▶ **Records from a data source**
:::::

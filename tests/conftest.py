"""Shared fixtures: a fresh database on SQLite, and on PostgreSQL when a server is given.

Set MONITOR_TEST_POSTGRES_URL (``.ci/run`` does) to run every database test on PostgreSQL
too; without it those runs are skipped with the reason shown.
"""

from __future__ import annotations

import os
import uuid
from collections.abc import Iterator
from pathlib import Path

import matplotlib
import pytest

matplotlib.use("Agg")

POSTGRES_URL = os.environ.get("MONITOR_TEST_POSTGRES_URL")
REPO_ROOT = Path(__file__).resolve().parents[1]
#: the official GPX 1.1 schema (TopoGrafix 2004), unchanged: tests/fixtures/gpx/README.md
GPX_SCHEMA = REPO_ROOT / "tests" / "fixtures" / "gpx" / "gpx-1.1.xsd"


def _postgres_database() -> Iterator[str]:
    from sqlalchemy import create_engine, text
    from sqlalchemy.engine import make_url

    assert POSTGRES_URL is not None
    admin_url = make_url(POSTGRES_URL)
    name = f"monitor_t_{uuid.uuid4().hex[:12]}"
    admin = create_engine(admin_url, isolation_level="AUTOCOMMIT")
    with admin.connect() as connection:
        connection.execute(text(f'CREATE DATABASE "{name}"'))
    try:
        yield admin_url.set(database=name).render_as_string(hide_password=False)
    finally:
        with admin.connect() as connection:
            connection.execute(
                text("SELECT pg_terminate_backend(pid) FROM pg_stat_activity WHERE datname = :n"), {"n": name}
            )
            connection.execute(text(f'DROP DATABASE IF EXISTS "{name}"'))
        admin.dispose()


@pytest.fixture(params=["sqlite", pytest.param("postgresql", marks=pytest.mark.postgres)])
def empty_db_url(request, tmp_path) -> Iterator[str]:
    """The URL of an empty database (no schema yet) on each engine."""
    if request.param == "sqlite":
        yield str(tmp_path / "programme.sqlite")
        return
    if not POSTGRES_URL:
        if os.environ.get("MONITOR_REQUIRE_POSTGRES"):
            pytest.fail("MONITOR_REQUIRE_POSTGRES is set but MONITOR_TEST_POSTGRES_URL is not")
        pytest.skip("PostgreSQL run skipped: set MONITOR_TEST_POSTGRES_URL to a server URL (.ci/run does)")
    yield from _postgres_database()


@pytest.fixture
def db_url(empty_db_url) -> str:
    """A database migrated to head, on each engine."""
    from monitor.db import migrate
    from monitor.db.engine import make_engine

    engine = make_engine(empty_db_url)
    migrate.upgrade(engine)
    engine.dispose()
    return empty_db_url


@pytest.fixture
def store(db_url):
    from monitor.db import Store

    s = Store.open(db_url)
    yield s
    s.dispose()


@pytest.fixture(scope="session")
def demo_source() -> Path:
    return REPO_ROOT / "demo_programme"


@pytest.fixture
def programme_db(db_url, demo_source) -> str:
    """A database on each engine holding the demo programme's set-up (no records yet)."""
    from monitor.services import setup

    setup.setup_folder(db_url, demo_source)
    return db_url


def table_counts(db_url: str) -> dict[str, int]:
    """Rows in every table: compared before and after a refused command to show nothing was written."""
    from monitor.db import Store, queries

    store = Store.open(db_url)
    try:
        return queries.table_counts(store)
    finally:
        store.dispose()


@pytest.fixture(scope="session")
def demo_db(tmp_path_factory) -> str:
    """The demo programme built once (set up and all seasons imported) in SQLite; tests must not change it."""
    from monitor.services import demo

    run = demo.build_programme(tmp_path_factory.mktemp("demo") / "demo")
    return str(run.database)
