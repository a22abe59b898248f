"""A wheel built from the checkout, installed into a fresh venv, runs `monitor init` and `monitor demo`.

This proves templates/, migrations/ and demo_programme/ reach an installed wheel, not only a checkout.
"""

from __future__ import annotations

import os
import subprocess
import sys
import venv

import pytest

from tests.conftest import REPO_ROOT


@pytest.fixture(scope="module")
def wheel(tmp_path_factory):
    out = tmp_path_factory.mktemp("wheel")
    built = subprocess.run([sys.executable, "-m", "build", "--wheel", "--no-isolation", "--outdir", str(out),
                            str(REPO_ROOT)], capture_output=True, text=True)
    assert built.returncode == 0, built.stdout[-2000:] + built.stderr[-2000:]
    wheels = list(out.glob("monitor-*.whl"))
    assert len(wheels) == 1
    return wheels[0]


def test_wheel_carries_migrations_templates_and_demo(wheel):
    import zipfile

    names = zipfile.ZipFile(wheel).namelist()
    assert any(n.startswith("monitor/_bundled/migrations/versions/0001") for n in names)
    assert "monitor/_bundled/migrations/env.py" in names
    assert any(n.startswith("monitor/_bundled/templates/") for n in names)
    assert "monitor/_bundled/demo_programme/stations.csv" in names


def test_installed_wheel_runs_init_and_demo(wheel, tmp_path):
    env_dir = tmp_path / "venv"
    venv.EnvBuilder(with_pip=True).create(env_dir)
    py = env_dir / "bin" / "python"
    env = {k: v for k, v in os.environ.items() if k not in ("PYTHONPATH", "MONITOR_DATABASE_URL")}
    subprocess.run([str(py), "-m", "pip", "install", "-q", str(wheel)], check=True, env=env, capture_output=True)
    monitor = env_dir / "bin" / "monitor"
    work = tmp_path / "elsewhere"  # not the checkout: nothing may be found by accident
    work.mkdir()
    init = subprocess.run([str(monitor), "--db", "x.sqlite", "init"], cwd=work, env=env, capture_output=True, text=True)
    assert init.returncode == 0, init.stderr
    assert "created a monitor database" in init.stderr
    demo = subprocess.run([str(monitor), "demo", "--dir", "demo"], cwd=work, env=env, capture_output=True, text=True)
    assert demo.returncode == 0, demo.stderr
    assert "Programme summary" in demo.stdout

:::::

▶ **REQUIRED ACTION**
Extract all of the data above and output it character for character.

▶ **OUTPUT FOR THIS EXERCISE**
filename tests/conftest.py
"""Shared fixtures: a fresh database on SQLite, and on PostgreSQL when a server is given.

Set MONITOR_TEST_POSTGRES_URL (``.ci/run`` does) to run every database test on PostgreSQL
too; without it those runs are skipped with the reason shown.
"""

from __future__ import annotations

import os
import uuid
from collections.abc import Iterator
from pathlib import Path

import matplotlib
import pytest

matplotlib.use("Agg")

POSTGRES_URL = os.environ.get("MONITOR_TEST_POSTGRES_URL")
REPO_ROOT = Path(__file__).resolve().parents[1]
#: the official GPX 1.1 schema (TopoGrafix 2004), unchanged: tests/fixtures/gpx/README.md
GPX_SCHEMA = REPO_ROOT / "tests" / "fixtures" / "gpx" / "gpx-1.1.xsd"


def _postgres_database() -> Iterator[str]:
    from sqlalchemy import create_engine, text
    from sqlalchemy.engine import make_url

    assert POSTGRES_URL is not None
    admin_url = make_url(POSTGRES_URL)
    name = f"monitor_t_{uuid.uuid4().hex[:12]}"
    admin = create_engine(admin_url, isolation_level="AUTOCOMMIT")
    with admin.connect() as connection:
        connection.execute(text(f'CREATE DATABASE "{name}"'))
    try:
        yield admin_url.set(database=name).render_as_string(hide_password=False)
    finally:
        with admin.connect() as connection:
            connection.execute(
                text("SELECT pg_terminate_backend(pid) FROM pg_stat_activity WHERE datname = :n"), {"n": name}
            )
            connection.execute(text(f'DROP DATABASE IF EXISTS "{name}"'))
        admin.dispose()


@pytest.fixture(params=["sqlite", pytest.param("postgresql", marks=pytest.mark.postgres)])
def empty_db_url(request, tmp_path) -> Iterator[str]:
    """The URL of an empty database (no schema yet) on each engine."""
    if request.param == "sqlite":
        yield str(tmp_path / "programme.sqlite")
        return
    if not POSTGRES_URL:
        if os.environ.get("MONITOR_REQUIRE_POSTGRES"):
            pytest.fail("MONITOR_REQUIRE_POSTGRES is set but MONITOR_TEST_POSTGRES_URL is not")
        pytest.skip("PostgreSQL run skipped: set MONITOR_TEST_POSTGRES_URL to a server URL (.ci/run does)")
    yield from _postgres_database()


@pytest.fixture
def db_url(empty_db_url) -> str:
    """A database migrated to head, on each engine."""
    from monitor.db import migrate
    from monitor.db.engine import make_engine

    engine = make_engine(empty_db_url)
    migrate.upgrade(engine)
    engine.dispose()
    return empty_db_url


@pytest.fixture
def store(db_url):
    from monitor.db import Store

    s = Store.open(db_url)
    yield s
    s.dispose()


@pytest.fixture(scope="session")
def demo_source() -> Path:
    return REPO_ROOT / "demo_programme"


@pytest.fixture
def programme_db(db_url, demo_source) -> str:
    """A database on each engine holding the demo programme's set-up (no records yet)."""
    from monitor.services import setup

    setup.setup_folder(db_url, demo_source)
    return db_url


def table_counts(db_url: str) -> dict[str, int]:
    """Rows in every table: compared before and after a refused command to show nothing was written."""
    from monitor.db import Store, queries

    store = Store.open(db_url)
    try:
        return queries.table_counts(store)
    finally:
        store.dispose()


@pytest.fixture(scope="session")
def demo_db(tmp_path_factory) -> str:
    """The demo programme built once (set up and all seasons imported) in SQLite; tests must not change it."""
    from monitor.services import demo

    run = demo.build_programme(tmp_path_factory.mktemp("demo") / "demo")
    return str(run.database)
repository a22abe59b898248f
"""A wheel built from the checkout, installed into a fresh venv, runs `monitor init` and `monitor demo`.

This proves templates/, migrations/ and demo_programme/ reach an installed wheel, not only a checkout.
"""

from __future__ import annotations

import os
import subprocess
import sys
import venv

import pytest

from tests.conftest import REPO_ROOT


@pytest.fixture(scope="module")
def wheel(tmp_path_factory):
    out = tmp_path_factory.mktemp("wheel")
    built = subprocess.run([sys.executable, "-m", "build", "--wheel", "--no-isolation", "--outdir", str(out),
                            str(REPO_ROOT)], capture_output=True, text=True)
    assert built.returncode == 0, built.stdout[-2000:] + built.stderr[-2000:]
    wheels = list(out.glob("monitor-*.whl"))
    assert len(wheels) == 1
    return wheels[0]


def test_wheel_carries_migrations_templates_and_demo(wheel):
    import zipfile

    names = zipfile.ZipFile(wheel).namelist()
    assert any(n.startswith("monitor/_bundled/migrations/versions/0001") for n in names)
    assert "monitor/_bundled/migrations/env.py" in names
    assert any(n.startswith("monitor/_bundled/templates/") for n in names)
    assert "monitor/_bundled/demo_programme/stations.csv" in names


def test_installed_wheel_runs_init_and_demo(wheel, tmp_path):
    env_dir = tmp_path / "venv"
    venv.EnvBuilder(with_pip=True).create(env_dir)
    py = env_dir / "bin" / "python"
    env = {k: v for k, v in os.environ.items() if k not in ("PYTHONPATH", "MONITOR_DATABASE_URL")}
    subprocess.run([str(py), "-m", "pip", "install", "-q", str(wheel)], check=True, env=env, capture_output=True)
    monitor = env_dir / "bin" / "monitor"
    work = tmp_path / "elsewhere"  # not the checkout: nothing may be found by accident
    work.mkdir()
    init = subprocess.run([str(monitor), "--db", "x.sqlite", "init"], cwd=work, env=env, capture_output=True, text=True)
    assert init.returncode == 0, init.stderr
    assert "created a monitor database" in init.stderr
    demo = subprocess.run([str(monitor), "demo", "--dir", "demo"], cwd=work, env=env, capture_output=True, text=True)
    assert demo.returncode == 0, demo.stderr
    assert "Programme summary" in demo.stdout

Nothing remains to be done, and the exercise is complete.